Friday, July 17, 2009

Depressing shit

I have tried to write several blog posts in the past couple of months, but nothing seems to come out right. Story of my life. Nothing I say comes out right. This post is just rambling randomness I guess. Just to get some things off my chest. That's one of the things I worry about. Blogging (mostly on my other blog). Do my posts make sense? Are they good enough? Which is really more important, voice or content? Does it matter? Especially since I'm mostly writing for myself. Does anyone care? Do I care?

I try to tell myself that I don't care what other people think. But I do care, and I hate that. I want to be liked. I want to have friends. Sure, I have a lot of acquaintances, but very few true friends. And I think I'm a really good friend, I try very hard to be anyway. I think part of the reason I try so hard may be that I don't want to lose a friendship once I have it. But by trying so hard to please friends, and doing what I think will make them happy, I sometimes feel used. I have such conflicting feelings. Sometimes I tell myself that I don't need friends, I have my husband and he should be all I need (even if I do get annoyed with him sometimes). Other times, I feel very alone and lonely. Ugh. I hate being this way.

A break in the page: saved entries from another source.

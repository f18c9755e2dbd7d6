// 3x3 convolution by minimal filtering (winograd.h): tiles of the input are transformed, each
// position of a tile is a matrix product of its own over all tiles, and the sums are transformed
// back.
//
// Where there are many tiles, or groups of channels, a task takes some tiles of one group through
// all three stages in scratch that stays in the second-level cache. Where there are few, the
// weights are what takes time to fetch: each stage is then one parallel loop over all tiles, which
// reads every weight once.
//
// A NaN or an infinity makes all outputs of its tiles NaN, not only those whose window sees it.
#include <algorithm>

#include "core/threads.h"
#include "ops/conv2d/conv2d.h"
#include "ops/conv2d/winograd.h"
#include "ops/conv2d/winograd_weights.h"
#include "ops/simd/matrix.h"
#include "ops/simd/target.h"
#include "ops/simd/winograd.h"

namespace leadsman::ops {
namespace {

// Floats from one position to the next: an odd number of cache lines, so that the positions of one
// tile do not compete for the same sets of the first-level cache.
std::int64_t position_stride(std::int64_t floats) {
  return ((floats + 15) / 16 | 1) * 16;
}

class WinogradKernel final : public Kernel {
 public:
  WinogradKernel(const OpContext& context, const Epilogue& epilogue, int tile)
      : g_(context),
        activation_(epilogue.activation),
        tile_(tile),
        side_(tile + 2),
        tiles_h_((g_.out_h + tile - 1) / tile),
        tiles_w_((g_.out_w + tile - 1) / tile),
        tiles_(g_.n * tiles_h_ * tiles_w_),
        weights_(context, tile),
        zeros_(std::max(g_.c, weights_.part_columns())) {
    simd::choose_target();
    constexpr std::int64_t kFewTiles = 64;
    constexpr std::int64_t kScratchFloats = 80 << 10;
    constexpr std::int64_t kFewestTiles = 12;
    in_phases_ = g_.groups == 1 && tiles_ <= kFewTiles;
    const std::int64_t tile_floats = side_ * side_ * (g_.group_in() + weights_.part_columns());
    const std::int64_t most =
        in_phases_ ? tiles_ : std::max(kFewestTiles, kScratchFloats / tile_floats);
    blocks_ = (tiles_ + most - 1) / std::max<std::int64_t>(1, most);
    block_tiles_ = blocks_ == 0 ? 0 : (tiles_ + blocks_ - 1) / blocks_;
    sum_columns_ = in_phases_ ? g_.out_c : weights_.part_columns();
    input_stride_ = position_stride(block_tiles_ * g_.group_in());
    sums_stride_ = position_stride(block_tiles_ * sum_columns_);
  }

  std::size_t workspace_bytes(int threads) const override {
    return scratch_bytes() * static_cast<std::size_t>(in_phases_ ? 1 : threads);
  }
  std::size_t packed_bytes() const override { return weights_.bytes() + zeros_.bytes(); }

  void run(const KernelCall& call) const override {
    if (in_phases_) {
      run_phases(call);
      return;
    }
    const std::int64_t parts = weights_.parts() / g_.groups;  // of a group
    parallel_for(call.threads, g_.groups * blocks_, [&](std::int64_t task, int worker) {
      const std::int64_t group = task / blocks_;
      const std::int64_t block = task % blocks_;
      float* input = scratch(call, worker);
      float* sums = input + side_ * side_ * input_stride_;
      const std::int64_t first = block * tiles_ / blocks_;
      const std::int64_t count = (block + 1) * tiles_ / blocks_ - first;
      for (std::int64_t i = 0; i < count; ++i) {
        transform_input(call, first + i, group, input + i * g_.group_in());
      }
      for (std::int64_t part = group * parts; part < (group + 1) * parts; ++part) {
        for (std::int64_t p = 0; p < side_ * side_; ++p) {
          multiply(part, p, count, input, sums, weights_.next(part, p));
        }
        for (std::int64_t i = 0; i < count; ++i) {
          transform_output(call, first + i, weights_.first_output(part), weights_.columns(part),
                           sums + i * sum_columns_);
        }
      }
    });
  }

 private:
  std::size_t scratch_bytes() const {
    return simd::aligned_floats_bytes(side_ * side_ * (input_stride_ + sums_stride_));
  }
  float* scratch(const KernelCall& call, int worker) const {
    return reinterpret_cast<float*>(call.workspace +
                                    static_cast<std::size_t>(worker) * scratch_bytes());
  }

  void run_phases(const KernelCall& call) const {
    float* input = scratch(call, 0);
    float* sums = input + side_ * side_ * input_stride_;
    // A tile's transform is a few microseconds.
    parallel_for(call.threads, tiles_, [&](std::int64_t tile, int) {
      transform_input(call, tile, 0, input + tile * g_.c);
    });
    const std::int64_t positions = side_ * side_;
    const std::int64_t products = weights_.parts() * positions;
    parallel_for(call.threads, products, [&](std::int64_t task, int) {
      const std::int64_t part = task / positions;
      const std::int64_t next = task + call.threads;
      multiply(part, task % positions, tiles_, input, sums + weights_.first_output(part),
               next < products ? weights_.at(next / positions, next % positions) : nullptr);
    });
    parallel_for(call.threads, tiles_, [&](std::int64_t tile, int) {
      transform_output(call, tile, 0, g_.out_c, sums + tile * sum_columns_);
    });
  }

  // Place of a tile's first output pixel.
  struct Place {
    std::int64_t n, i, j;
  };
  Place place(std::int64_t tile) const {
    const std::int64_t row = tile / tiles_w_;
    return {row / tiles_h_, row % tiles_h_ * tile_, tile % tiles_w_ * tile_};
  }

  // Input channels of one group.
  void transform_input(const KernelCall& call, std::int64_t tile, std::int64_t group,
                       float* out) const {
    const Place at = place(tile);
    const float* image = call.inputs[0].data + at.n * g_.h * g_.w * g_.c + group * g_.group_in();
    const float* pixels[36];
    const float** pixel = pixels;
    for (std::int64_t u = 0; u < side_; ++u) {
      const std::int64_t y = at.i + u - g_.pad_top;
      for (std::int64_t v = 0; v < side_; ++v) {
        const std::int64_t x = at.j + v - g_.pad_left;
        const bool inside = y >= 0 && y < g_.h && x >= 0 && x < g_.w;
        *pixel++ = inside ? image + (y * g_.w + x) * g_.c : zeros_.data();
      }
    }
    simd::winograd_input(tile_, {pixels, g_.group_in(), out, input_stride_});
  }

  void multiply(std::int64_t part, std::int64_t position, std::int64_t tiles, const float* input,
                float* sums, const float* next) const {
    simd::MatrixCall product;
    product.a = input + position * input_stride_;
    product.a_stride = g_.group_in();
    product.depth = g_.group_in();
    product.rows = tiles;
    product.panels = weights_.at(part, position);
    product.next_panels = next;
    product.bias = zeros_.data();
    product.cols = weights_.columns(part);
    product.c = sums + position * sums_stride_;
    product.c_stride = sum_columns_;
    simd::matrix_product(product);
  }

  // Output channels [column, column + count) of a tile.
  void transform_output(const KernelCall& call, std::int64_t tile, std::int64_t column,
                        std::int64_t count, const float* sums) const {
    const Place at = place(tile);
    const std::int64_t first = ((at.n * g_.out_h + at.i) * g_.out_w + at.j) * g_.out_c + column;
    simd::WinogradOutput output;
    output.sums = sums;
    output.position_stride = sums_stride_;
    output.channels = count;
    output.bias = weights_.bias() + column;
    output.out = call.output.data + first;
    output.row_stride = g_.out_w * g_.out_c;
    output.stride = g_.out_c;
    output.rows = std::min<std::int64_t>(tile_, g_.out_h - at.i);
    output.cols = std::min<std::int64_t>(tile_, g_.out_w - at.j);
    output.residual = call.residual == nullptr ? nullptr : call.residual + first;
    output.activation = activation_;
    simd::winograd_output(tile_, output);
  }

  Conv2dGeometry g_;
  Activation activation_;
  int tile_;
  std::int64_t side_;
  std::int64_t tiles_h_;
  std::int64_t tiles_w_;
  std::int64_t tiles_;  ///< of the whole batch
  WinogradWeights weights_;
  simd::AlignedFloats zeros_;
  bool in_phases_ = false;
  std::int64_t blocks_ = 0;
  std::int64_t block_tiles_ = 0;  ///< at most
  std::int64_t sum_columns_ = 0;  ///< floats of one tile's sums at one position
  std::int64_t input_stride_ = 0;
  std::int64_t sums_stride_ = 0;
};

// What a layer costs, in multiply-adds that take as long. Constants as measured on Zen 3 with AVX2
// (kernels_bench); a wrong one costs time, never more rounding than rounding_growth() says.
double direct_cost(const Conv2dGeometry& g) {
  return 9.0 * static_cast<double>(g.n * g.out_h * g.out_w * g.c * g.group_out());
}

double winograd_cost(const Conv2dGeometry& g, int tile) {
  constexpr double kFewestRows = 6.0;  // a product of fewer rows takes as long
  constexpr double kWeightByte = 2.5;  // transformed weights come from memory, each once
  constexpr double kProduct = 3000.0;  // to begin one, and its ragged edges
  const double transform = tile == 2 ? 150.0 : 390.0;  // of a tile of one channel
  const double positions = (tile + 2) * (tile + 2);
  const auto weights = static_cast<double>(g.c * g.group_out());
  const auto tiles =
      static_cast<double>(g.n * ((g.out_h + tile - 1) / tile) * ((g.out_w + tile - 1) / tile));
  const double products = positions * std::max(kFewestRows, tiles) * weights +
                          positions * static_cast<double>(g.groups) * kProduct;
  return std::max(products, kWeightByte * positions * weights * sizeof(float)) +
         transform * tiles * static_cast<double>(g.c + g.out_c);
}

class WinogradStrategy final : public Strategy {
 public:
  WinogradStrategy(std::string_view name, int tile) : name_(name), tile_(tile) {}
  std::string_view name() const override { return name_; }
  std::string refusal(const OpContext& context) const override {
    const Conv2dGeometry g(context);
    if (context.direct_sums) return "sums are to be direct";
    if (g.kernel_h != 3 || g.kernel_w != 3) return "the kernel is not 3x3";
    if (g.stride_h != 1 || g.stride_w != 1) return "the stride is not 1";
    if (g.dilation_h != 1 || g.dilation_w != 1) return "dilated";
    if (std::min(g.group_in(), g.group_out()) < simd::kMinWinogradChannels) return "few channels";
    if (winograd_cost(g, tile_) >= direct_cost(g)) return "direct sums take less time";
    const int other = 6 - tile_;
    if (winograd_cost(g, other) < winograd_cost(g, tile_)) {
      return "tiles of " + std::to_string(other) + "x" + std::to_string(other) + " take less time";
    }
    return {};
  }
  double rounding_growth() const override {
    return std::max(1.0, tile_ == 2 ? winograd_growth<2>() : winograd_growth<4>());
  }
  std::unique_ptr<Kernel> prepare(const OpContext& context,
                                  const Epilogue& epilogue) const override {
    return std::make_unique<WinogradKernel>(context, epilogue, tile_);
  }

 private:
  std::string_view name_;
  int tile_;
};

}  // namespace

const Strategy& conv2d_winograd2() {
  static const WinogradStrategy instance("winograd2", 2);
  return instance;
}

const Strategy& conv2d_winograd4() {
  static const WinogradStrategy instance("winograd4", 4);
  return instance;
}

}  // namespace leadsman::ops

I've struggled with depression for a long time, and sadly, I can feel myself becoming more and more depressed again. I've tried to tell myself "just get over yourself already," but that hasn't been very effective lately. I've been really down on myself these past few weeks (months?). I hate it when I get this way. It's hard for me and for my husband. The other day I read this post on Amanda's blog. I've felt the same way a thousand times, and weird as it sounds, it felt good to know that I'm not the only one who thinks those thoughts. It would be so easy just to swerve. But I don't because of what it would do to my husband, and family. How do I deal with the anger, sadness, disappointments, disgust, and all the other emotions on any given day? I don't know. All I know is that I keep existing. Keep trying to be the person people need and expect me to be. Keep trying not to swerve.